▶ [PROBLEM TO SOLVE]: Taking the line with "if i != top" as the first and the line with "return len(echelon(rows, len(rows[0])" as the last, set down exactly every line in that range from the entries below, and no more.

▶ [RAW DATA]:
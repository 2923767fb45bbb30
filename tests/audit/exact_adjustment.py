"""Least squares on a small network in exact fractions: slow, obvious, and knowing nothing of graphs.

Every admissible set of values is x = start + basis z with z free. What the audits find by combinatorics is decided here
by ranks, and every figure is a rational number.
"""

from collections.abc import Callable, Sequence
from dataclasses import dataclass
from fractions import Fraction

Row = list[Fraction]


def echelon(rows: Sequence[Row], n_columns: int) -> tuple[list[Row], list[int]]:
    """Reduced row echelon form without its zero rows, and the pivot columns among the first n_columns."""
    left, pivots = [list(row) for row in rows], []
    for column in range(n_columns):
        at = next((i for i in range(len(pivots), len(left)) if left[i][column]), None)
        if at is None:
            continue
        top = len(pivots)
        left[top], left[at] = left[at], left[top]
        left[top] = [value / left[top][column] for value in left[top]]
        for i in range(len(left)):
            if i != top and left[i][column]:
                factor = left[i][column]
                left[i] = [a - factor * b for a, b in zip(left[i], left[top], strict=True)]
        pivots.append(column)
    return left[: len(pivots)], pivots


def rank(rows: Sequence[Row]) -> int:
    return len(echelon(rows, len(rows[0]) if rows else 0)[1])


def inverse(matrix: list[Row]) -> list[Row]:
    n = len(matrix)
    doubled = [[*row, *(Fraction(int(i == j)) for j in range(n))] for i, row in enumerate(matrix)]
    return [row[n:] for row in echelon(doubled, n)[0]]


def dot(one: Sequence[Fraction], other: Sequence[Fraction]) -> Fraction:
    return sum((a * b for a, b in zip(one, other, strict=True)), Fraction(0))


@dataclass
class Exact:
    """What least squares says, edge by edge; `value` and `variance` hold only the edges whose value follows."""

    dof: int
    chi_square: Fraction
    standing: list[str]
    value: dict[int, Fraction]
    variance: dict[int, Fraction]
    redundancy: dict[int, Fraction]
    inseparable: dict[int, list[int]]
    functional: Callable[[Row], tuple[Fraction, Fraction]]  # value and variance of a linear function of z that follows


def adjusted(start: Row, basis: list[Row], reading: dict[int, Fraction], sd: Sequence[Fraction]) -> Exact:
    """The adjustment of readings, one every measured edge, with their standard deviations."""
    seen = sorted(reading)
    measured = [basis[e] for e in seen]
    pivots = echelon(measured, len(basis[0]) if basis else 0)[1]
    design = [[row[c] for c in pivots] for row in basis]
    weight = {e: 1 / sd[e] ** 2 for e in seen}
    size = range(len(pivots))
    normal = [[sum((weight[e] * design[e][i] * design[e][j] for e in seen), Fraction(0)) for j in size] for i in size]
    spread = inverse(normal)
    right = [sum((weight[e] * design[e][i] * (reading[e] - start[e]) for e in seen), Fraction(0)) for i in size]
    z = [dot(row, right) for row in spread]

    def covariance(one: Row, other: Row) -> Fraction:
        return dot(one, [dot(row, other) for row in spread])

    found = rank(measured)
    standing = []
    for e, row in enumerate(basis):
        if e in reading:
            others = [basis[f] for f in seen if f != e]
            standing.append("checked" if rank(others) == found else "unchecked")
        else:
            standing.append("inferred" if rank([*measured, row]) == found else "unknown")
    follows = [e for e, word in enumerate(standing) if word != "unknown"]
    value = {e: start[e] + dot(design[e], z) for e in follows}
    variance = {e: covariance(design[e], design[e]) for e in follows}

    def left(one: int, other: int) -> Fraction:  # covariance of two corrections
        return (sd[one] ** 2 if one == other else 0) - covariance(design[one], design[other])

    checked = [e for e in seen if standing[e] == "checked"]
    return Exact(
        dof=len(seen) - found,
        chi_square=sum(((value[e] - reading[e]) ** 2 * weight[e] for e in seen), Fraction(0)),
        standing=standing,
        value=value,
        variance=variance,
        redundancy={e: 1 - variance[e] * weight[e] for e in seen},
        inseparable={e: [f for f in checked if f != e and left(e, f) ** 2 == left(e, e) * left(f, f)] for e in checked},
        functional=lambda row: (
            dot([row[c] for c in pivots], z),
            covariance([row[c] for c in pivots], [row[c] for c in pivots]),
        ),
    )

▶ [RESPONSE BOX]:
            if i != top and left[i][column]:
                factor = left[i][column]
                left[i] = [a - factor * b for a, b in zip(left[i], left[top], strict=True)]
        pivots.append(column)
    return left[: len(pivots)], pivots


def rank(rows: Sequence[Row]) -> int:
    return len(echelon(rows, len(rows[0]) if rows else 0)[1])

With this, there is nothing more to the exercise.